Les écarts de pensions se creusent en France. Entre les retraités les plus modestes et ceux qui touchent les montants les plus élevés, les différences atteignent des proportions considérables. Une étude récente dévoile les seuils à franchir pour intégrer le cercle très fermé des pensionnés les mieux lotis du pays.
Un seuil de 3 000 euros pour rejoindre l’élite
Les chiffres parlent d’eux-mêmes. Pour appartenir au dixième le plus favorisé des retraités français, la barre se situe à 3 000 euros bruts mensuels. Seuls 8 % des pensionnés dépassent ce montant en pension de droit direct.
La moyenne nationale s’établit à 1 666 euros bruts par mois en 2023, ce qui représente 1 541 euros nets. Cette référence permet de mesurer l’ampleur des disparités qui caractérisent le système de retraite français.
Les ultra-privilégiés : 1 % au-dessus de 5 150 euros
Au sommet de la pyramide, une minorité touche des sommes bien supérieures.
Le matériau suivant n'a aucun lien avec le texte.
import { stationCsvBytes } from '@fixtures/stations/station-csv';
import { KESTREL_FEN_TIMING, STATION_PAIR_SEED, StationPairOptions, stationRecord } from '@fixtures/stations/station-pair';
import { SCENARIO_SHIFTS, SLIP_PROBABILITY, stationPairScenarios } from '@fixtures/stations/station-scenarios';
import { LogSource } from '../../node/log-source';
import { decideAlignment } from '../alignment-decision';
import { alignmentSentence } from '../alignment-words';
import { JoinedRound } from '../joined-round';
import { scanOffsets } from '../offset-scan';
import { Station } from '../station-columns';
import { StationJoin } from '../station-join';
import { TimingCheck } from '../timing-check';
import { asyncSlices } from '../testing/async-slices';
import { readStationLog } from './station-log-file';

// The two-station analysis on pairs from the committed generator (fixtures/stations/): every
// scenario's two logs are written in memory, then read, joined, scanned and timed as files would be.

const ROUNDS = 10_000;

/** A log held in memory, handed out in 64 KiB pieces like a file read. */
function memorySource(bytes: Uint8Array): LogSource {
  return { open: () => asyncSlices(bytes, 65_536), bytes: bytes.length };
}

/** The two logs of a pair. */
function pairLogs(options: StationPairOptions, seed: string, gzip: Record<Station, boolean> = { A: false, B: false }): Record<Station, LogSource> {
  const log = (station: Station) => memorySource(stationCsvBytes(station, stationRecord(station, options, seed), { gzip: gzip[station] }));
  return { A: log('A'), B: log('B') };
}

/** Joins the pair (timing each round) and scans its offsets, each a pass of its own over both logs. */
async function analysePair(logs: Record<Station, LogSource>) {
  const a = readStationLog(logs.A, 'A');
  const b = readStationLog(logs.B, 'B');
  const join = new StationJoin(a.rows, b.rows);
  const timing = new TimingCheck(KESTREL_FEN_TIMING.geometry);
  const joined: JoinedRound[] = [];
  for await (const batch of join.rounds()) {
    timing.add(batch);
    joined.push(...batch.rounds());
  }
  const decision = decideAlignment(await scanOffsets(readStationLog(logs.A, 'A').rows, readStationLog(logs.B, 'B').rows));
  expect(a.summary().problems.concat(b.summary().problems)).toEqual([]);
  return { joined, join: join.summary(), timing: timing.summary(), decision, compression: { A: a.compression(), B: b.compression() } };
}

/** The seed of run `n` of a check over several seeds: the pair seed with n in its last byte. */
const seedOf = (n: number) => STATION_PAIR_SEED.slice(0, 62) + n.toString(16).padStart(2, '0');

describe('two station logs from the generator', () => {
  it.each(SCENARIO_SHIFTS.map((shift) => [shift] as const))("catches B's record shifted by %i rounds, with that offset and sign", async (shift) => {
    const { decision } = await analysePair(pairLogs({ rounds: ROUNDS, shiftB: shift }, STATION_PAIR_SEED));
    expect(decision.shifted).toBe(true);
    expect(decision.best.offset).toBe(shift);
    // The device's S is 2√2 · 0.97 = 2.744; at zero the rounds are strangers: S near 0.
    expect(decision.best.chshValue).toBeCloseTo(2.744, 0);
    expect(Math.abs(decision.atCentre.chshValue ?? NaN)).toBeLessThan(0.3);
    const rounds = Math.abs(shift);
    expect(alignmentSentence(decision)).toMatch(
      new RegExp(`^Station B's record runs ${rounds} rounds? ${shift > 0 ? 'ahead of' : 'behind'} station A's: at that offset S = 2\\.\\d\\d, at zero −?0\\.\\d\\d\\.$`),
    );
  });

  it('joins a shifted pair as told once the caller states the offset, and then finds it aligned', async () => {
    const logs = pairLogs({ rounds: ROUNDS, shiftB: -4 }, STATION_PAIR_SEED);
    const statedOffset = { rounds: -4, reason: "the alignment check found B's record 4 rounds behind" };
    const join = new StationJoin(readStationLog(logs.A, 'A').rows, readStationLog(logs.B, 'B').rows, { statedOffset });
    const timing = new TimingCheck(KESTREL_FEN_TIMING.geometry);
    for await (const batch of join.rounds()) timing.add(batch);
    // B's record begins at trigger 4: A's first four rounds are the only ones B lacks.
    expect(join.summary()).toMatchObject({ joinedRounds: ROUNDS - 4, statedOffset, stationB: { lacking: 4, firstLacking: [0, 1, 2, 3] }, stationA: { lacking: 0 } });
    expect(timing.summary().notSpaceLike).toBe(0);
    const decision = decideAlignment(await scanOffsets(readStationLog(logs.A, 'A').rows, readStationLog(logs.B, 'B').rows, { centre: -4 }));
    expect(decision.shifted).toBe(false);
    expect(alignmentSentence(decision)).toMatch(/^No offset from −20 to \+12 fits clearly better than the stated offset \(−4\): S = 2\.7\d at the stated offset \(−4\)/);
  });

  it.each([1, 2, 3, 4, 5, 6].map((n) => [n] as const))('finds no shift in an aligned pair, nor in one without correlations (seed %i)', async (n) => {
    const aligned = await analysePair(pairLogs({ rounds: ROUNDS }, seedOf(n)));
    expect(aligned.decision.shifted).toBe(false);
    expect(aligned.decision.atCentre.chshValue).toBeCloseTo(2.744, 0);
    // Visibility 0: S is 0 at every offset, so any S found is noise, which the rule must not take for a shift.
    const uncorrelated = await analysePair(pairLogs({ rounds: ROUNDS, model: { visibility: () => 0 } }, seedOf(n)));
    expect(uncorrelated.decision.shifted).toBe(false);
    expect(Math.max(...uncorrelated.decision.series.map((entry) => Math.abs(entry.chshValue ?? NaN)))).toBeLessThan(0.5);
  });

  it('times an honest pair: every round space-like, the smallest margin within the jitter of the design', async () => {
    const { timing, join } = await analysePair(pairLogs({ rounds: ROUNDS }, STATION_PAIR_SEED));
    expect(join).toMatchObject({ joinedRounds: ROUNDS, missing: 0, span: { firstRound: 0, lastRound: ROUNDS - 1 } });
    // By hand: at B, A's setting (trigger + 50 ns + j₁) + d/c (4 336 333 ps) − B's outcome (trigger + 50 ns + j₂ + 1 600 ns + j₃)
    // − 1 500 ps = 2 734 833 + j₁ − j₂ − j₃ ps, the jitters 0 … 999 ps: 2 732 835 … 2 735 832 ps (A's margin alike).
    expect(timing).toMatchObject({ timedRounds: ROUNDS, notSpaceLike: 0, notSpaceLikeShare: 0 });
    expect(timing.smallestMargin?.picoseconds).toBeGreaterThanOrEqual(2_732_835);
    expect(timing.smallestMargin?.picoseconds).toBeLessThanOrEqual(2_735_832);
    expect(timing.histogram.filter((bin) => bin.rounds > 0)).toEqual([{ above: 0.6, upTo: 0.7, rounds: ROUNDS }]);
  });

  it("reports about 1 % of rounds without space-like separation when B's clock slips in 1 % of them: exactly those rounds", async () => {
    const scenario = stationPairScenarios(ROUNDS).find((s) => s.name === 'b-clock-slips')!;
    const { timing, decision } = await analysePair(pairLogs(scenario.options, STATION_PAIR_SEED));
    const slipped = [...stationRecord('B', scenario.options, STATION_PAIR_SEED)].filter((r) => r.clockSlipped).map((r) => r.round);
    expect(timing.notSpaceLike).toBe(slipped.length);
    expect(timing.firstNotSpaceLike).toEqual(slipped.slice(0, 10));
    // 1 % of 10 000: 100, binomial spread ±10 (3σ ±30).
    expect(timing.notSpaceLikeShare).toBeGreaterThan(SLIP_PROBABILITY - 0.003);
    expect(timing.notSpaceLikeShare).toBeLessThan(SLIP_PROBABILITY + 0.003);
    // A slipped round's B outcome comes 5 µs late: 2 734 833 − 5 000 000 = −2 265 167 ps, give or take the jitter.
    expect(timing.smallestMargin).toMatchObject({ station: 'B' });
    expect(timing.smallestMargin?.picoseconds).toBeGreaterThanOrEqual(-2_267_165);
    expect(decision.shifted).toBe(false);
  });

  it.each(['b-missing-burst', 'a-missing-burst'])('counts the burst of %s on its side only', async (name) => {
    const scenario = stationPairScenarios(ROUNDS).find((s) => s.name === name)!;
    const burst = scenario.options.burst!;
    const { join, decision } = await analysePair(pairLogs(scenario.options, STATION_PAIR_SEED));
    const lacking = {
      lacking: burst.rounds,
      firstLacking: Array.from({ length: 10 }, (_, i) => burst.firstTrigger + i),
      longestGap: { firstRound: burst.firstTrigger, rounds: burst.rounds },
    };
    const complete = { lacking: 0, firstLacking: [], longestGap: null };
    expect(join.stationA).toEqual(burst.station === 'A' ? lacking : complete);
    expect(join.stationB).toEqual(burst.station === 'B' ? lacking : complete);
    expect(join).toMatchObject({ joinedRounds: ROUNDS - burst.rounds, missing: burst.rounds, missingFromBoth: 0 });
    expect(decision.shifted).toBe(false);
  });

  it("reads B's record gzip and A's plain into the same join as two plain logs", async () => {
    const scenario = stationPairScenarios(ROUNDS).find((s) => s.name === 'b-gzip')!;
    const mixed = await analysePair(pairLogs(scenario.options, STATION_PAIR_SEED, scenario.gzip));
    const plain = await analysePair(pairLogs(scenario.options, STATION_PAIR_SEED));
    expect(mixed.compression).toEqual({ A: 'none', B: 'gzip' });
    expect(mixed.joined).toEqual(plain.joined);
    expect(mixed.join).toEqual(plain.join);
    expect(mixed.decision).toEqual(plain.decision);
  });

  it('fails the timing check of a shifted pair too: its times pair different triggers', async () => {
    const { timing } = await analysePair(pairLogs({ rounds: 2_000, shiftB: 2 }, STATION_PAIR_SEED));
    expect(timing.notSpaceLikeShare).toBe(1);
  });
});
Le centile le plus riche perçoit plus de 5 150 euros bruts mensuels. Pour ces privilégiés, la pension moyenne atteint environ 6 470 euros bruts.
Un constat s’impose : 93 % de ces bénéficiaires sont des hommes. Cette surreprésentation masculine illustre les inégalités de carrière qui se perpétuent jusqu’à la retraite.
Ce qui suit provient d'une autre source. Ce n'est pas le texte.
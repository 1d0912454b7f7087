import { HttpClient } from '@angular/common/http';
import { inject, Injectable } from '@angular/core';
import { Observable } from 'rxjs';

import type { CreateProfileRequest, CreateProfileVersionRequest, ProfileDto } from '@shared/api';

/** The client of the API's acceptance profiles area. */
@Injectable({ providedIn: 'root' })
export class ProfilesApi {
  private readonly http = inject(HttpClient);

  /** Every profile with its versions, newest first. */
  list(): Observable<ProfileDto[]> {
    return this.http.get<ProfileDto[]>('/api/profiles');
  }

  /** Adds a profile with its first version (admin). */
  create(request: CreateProfileRequest): Observable<ProfileDto> {
    return this.http.post<ProfileDto>('/api/profiles', request);
  }

  /** Adds a version to a profile (admin); older versions stay as they were. */
  addVersion(profileId: number, request: CreateProfileVersionRequest): Observable<ProfileDto> {
    return this.http.post<ProfileDto>(`/api/profiles/${profileId}/versions`, request);
  }
}
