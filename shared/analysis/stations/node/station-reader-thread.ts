import { parentPort } from 'node:worker_threads';
import { OutcomeEncoding } from '../../log/column-mapping';
import { AnalysisRequestError } from '../../node/analysis-errors';
import { Station } from '../station-columns';
import { StationColumns } from '../station-batch';
import { StationLogSummary } from '../station-log-reader';
import { DigestingSource, FileDigest } from './file-digest';
import { readStationLog } from './station-log-file';

/** What a station reader thread is asked: read one station log file, hashing it. */
export interface StationReadJob {
  path: string;
  station: Station;
  outcomes: OutcomeEncoding;
}

/** Messages of a station reader thread: a batch of rows (its columns moved, not copied), the end of the log, or a failure. */
export type StationReadReply =
  | { type: 'batch'; length: number; columns: StationColumns }
  | { type: 'end'; summary: StationLogSummary; compression: 'gzip' | 'none' | null; digest: FileDigest }
  | { type: 'failed'; message: string; requestKind: AnalysisRequestError['kind'] | null };

/** Read size of the thread's file. */
const THREAD_READ_BYTES = 1024 * 1024;

/** Batches sent ahead of the reading side: enough to keep both threads busy, few enough to keep memory flat. */
export const BATCHES_AHEAD = 2;

/** Asks for one more batch: the main thread has taken one and hands its columns back to be filled again. */
export interface MoreRows {
  more: StationColumns;
}

/** The typed arrays' buffers of columns, to move them to the other thread. */
export function columnBuffers(columns: StationColumns): ArrayBuffer[] {
  return Object.values(columns).flatMap((column: Float64Array | Uint8Array | null) => (column === null ? [] : [column.buffer as ArrayBuffer]));
}

// Worker thread entry: reads one station log per job, sending its batches as the main thread takes them.
parentPort?.on('message', (message: StationReadJob | MoreRows) => {
  if ('more' in message) {
    returned.push(message.more);
    wake?.();
  } else {
    void read(message);
  }
});

/** Columns the main thread has handed back, to fill again: batches in flight stay at `BATCHES_AHEAD`. */
const returned: StationColumns[] = [];
let sent = 0;
let wake: (() => void) | null = null;

async function read(job: StationReadJob): Promise<void> {
  const port = parentPort!;
  try {
    // Smaller reads than the engine's own: this thread only parses, and memory is shared with the main thread's reading.
    const digesting = new DigestingSource({ path: job.path, readBytes: THREAD_READ_BYTES });
    const reading = readStationLog(digesting.tapped, job.station, job.outcomes);
    for await (const batch of reading.rows) {
      while (sent >= BATCHES_AHEAD && returned.length === 0) await new Promise<void>((resolve) => (wake = resolve));
      const columns = batch.copyInto(sent < BATCHES_AHEAD ? null : returned.pop()!);
      sent = Math.min(sent + 1, BATCHES_AHEAD);
      port.postMessage({ type: 'batch', length: batch.length, columns } satisfies StationReadReply, columnBuffers(columns));
    }
    const digest = await digesting.digest();
    port.postMessage({ type: 'end', summary: reading.summary(), compression: reading.compression(), digest } satisfies StationReadReply);
  } catch (error) {
    const requestKind = error instanceof AnalysisRequestError ? error.kind : null;
    port.postMessage({ type: 'failed', message: (error as Error).message, requestKind } satisfies StationReadReply);
  }
}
Des écarts massifs entre hommes et femmes
Les retraitées subissent un désavantage financier majeur. Elles perçoivent en moyenne 40 % de moins que leurs homologues masculins. Cette différence s’explique par des carrières souvent incomplètes et des salaires historiquement inférieurs.
Les anciennes fonctionnaires touchent environ 2 100 euros, un montant qui reste en deçà de la moyenne masculine dans la fonction publique.
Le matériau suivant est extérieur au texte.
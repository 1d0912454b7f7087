import { FormControl, type AbstractControl, type ValidationErrors, type ValidatorFn } from '@angular/forms';

import { type AnalysisProfile, parseProfile } from '@shared/analysis';
import { formatScientific } from '@shared/format/numbers';

/** How the general-attack key is set up: not at all, from design values, or from fixed ones. */
export type GeneralBasis = 'none' | 'design' | 'fixed';

/** The profile form's controls for the key length against general attacks, numbers as text. */
export interface GeneralAttackControls {
  generalBasis: FormControl<GeneralBasis>;
  generalSoundness: FormControl<string>;
  designChshValue: FormControl<string>;
  designQber: FormControl<string>;
  omegaThreshold: FormControl<string>;
  syndromeBits: FormControl<string>;
  generalTestProbability: FormControl<string>;
}

/** The typed general-attack fields, in the order the form shows them. */
export const GENERAL_FIELDS = ['generalSoundness', 'designChshValue', 'designQber', 'omegaThreshold', 'syndromeBits', 'generalTestProbability'] as const;

/** Valid stand-ins for the other general settings while one field is checked alone. */
const OTHER_DESIGN = { chshValue: 2.7, qber: 0.02 };

/** A number typed as text: the number it reads as, or NaN (which the engine calls "not a number"). */
export function numberOf(text: string): number {
  return text.trim() === '' ? NaN : Number(text.trim());
}

/**
 * A validator by the engine's own profile rules for one field: the fragment `partial` builds from
 * the control's text goes through `parseProfile`, every other field at its default; the engine's
 * message (without its "profile field …:" prefix) is the error.
 */
export function engineRule(partial: (value: string) => Record<string, unknown>): ValidatorFn {
  return (control: AbstractControl): ValidationErrors | null => {
    const parsed = parseProfile(partial(control.value as string));
    return parsed.ok ? null : { profile: sentence(parsed.message.replace(/^profile field [^:]+: /, '')) };
  };
}

function sentence(message: string): string {
  return message.charAt(0).toUpperCase() + message.slice(1) + (message.endsWith('.') || message.endsWith(')') ? '' : '.');
}

const textControl = (value: string, fragment: (value: number) => Record<string, unknown>) =>
  new FormControl(value, { nonNullable: true, validators: [engineRule((text) => ({ generalAttack: fragment(numberOf(text)) }))] });

/** The controls, filled from the profile's general-attack settings (or sensible starting values). */
export function generalAttackControls(profile: AnalysisProfile): GeneralAttackControls {
  const settings = profile.generalAttack;
  const basis: GeneralBasis = settings === undefined ? 'none' : settings.design ? 'design' : 'fixed';
  return {
    generalBasis: new FormControl(basis, { nonNullable: true }),
    generalSoundness: textControl(formatScientific(settings?.soundness ?? 1e-10), (soundness) => ({ soundness, design: OTHER_DESIGN })),
    designChshValue: textControl(String(settings?.design?.chshValue ?? 2.64), (chshValue) => ({ design: { ...OTHER_DESIGN, chshValue } })),
    designQber: textControl(String(settings?.design?.qber ?? 0.018), (qber) => ({ design: { ...OTHER_DESIGN, qber } })),
    omegaThreshold: textControl(String(settings?.omegaThreshold ?? 0.8255), (omegaThreshold) => ({ omegaThreshold, syndromeBits: 0 })),
    syndromeBits: textControl(String(settings?.syndromeBits ?? 0), (syndromeBits) => ({ omegaThreshold: 0.8, syndromeBits })),
    generalTestProbability: textControl(String(settings?.testProbability ?? 0.05), (testProbability) => ({ testProbability, design: OTHER_DESIGN })),
  };
}

/** Enables the general-attack fields the chosen basis and selection mode use, and only those. */
export function followGeneralBasis(controls: GeneralAttackControls, basis: GeneralBasis, selectionMode: string): void {
  const use = (control: AbstractControl, used: boolean) => (used ? control.enable({ emitEvent: false }) : control.disable({ emitEvent: false }));
  use(controls.generalSoundness, basis !== 'none');
  use(controls.designChshValue, basis === 'design');
  use(controls.designQber, basis === 'design');
  use(controls.omegaThreshold, basis === 'fixed');
  use(controls.syndromeBits, basis === 'fixed');
  use(controls.generalTestProbability, basis !== 'none' && selectionMode === 'from-log');
}

/** The profile's `generalAttack` from the form's values, or nothing when it is not computed. */
export function generalAttackParameters(value: { [K in keyof GeneralAttackControls]: GeneralAttackControls[K]['value'] }, selectionMode: string): Record<string, unknown> {
  if (value.generalBasis === 'none') return {};
  const basis =
    value.generalBasis === 'design'
      ? { design: { chshValue: numberOf(value.designChshValue), qber: numberOf(value.designQber) } }
      : { omegaThreshold: numberOf(value.omegaThreshold), syndromeBits: numberOf(value.syndromeBits) };
  const testProbability = selectionMode === 'from-log' ? { testProbability: numberOf(value.generalTestProbability) } : {};
  return { generalAttack: { soundness: numberOf(value.generalSoundness), ...basis, ...testProbability } };
}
Quelles professions offrent les meilleures pensions ?
Les variations selon les secteurs d’activité sont spectaculaires. Les anciens salariés des régimes spéciaux arrivent en tête avec une moyenne de 2 550 euros. Les professions libérales suivent de près avec environ 2 390 euros.
Les fonctionnaires civils de l’État perçoivent approximativement 2 280 euros. À l’opposé du spectre, les ex-agriculteurs se contentent d’environ 850 euros, soit près de trois fois moins que la moyenne nationale.
Où vous situez-vous dans la hiérarchie ?
En dessous de 1 000 euros bruts, vous appartenez au tiers des pensions les plus modestes. Autour de 1 500 euros bruts, vous vous positionnez proche de la moyenne française.
Au-delà de 3 000 euros bruts pour une carrière complète, vous figurez dans le haut du tableau. Ces repères permettent à chacun d’évaluer sa situation par rapport à l’ensemble des retraités.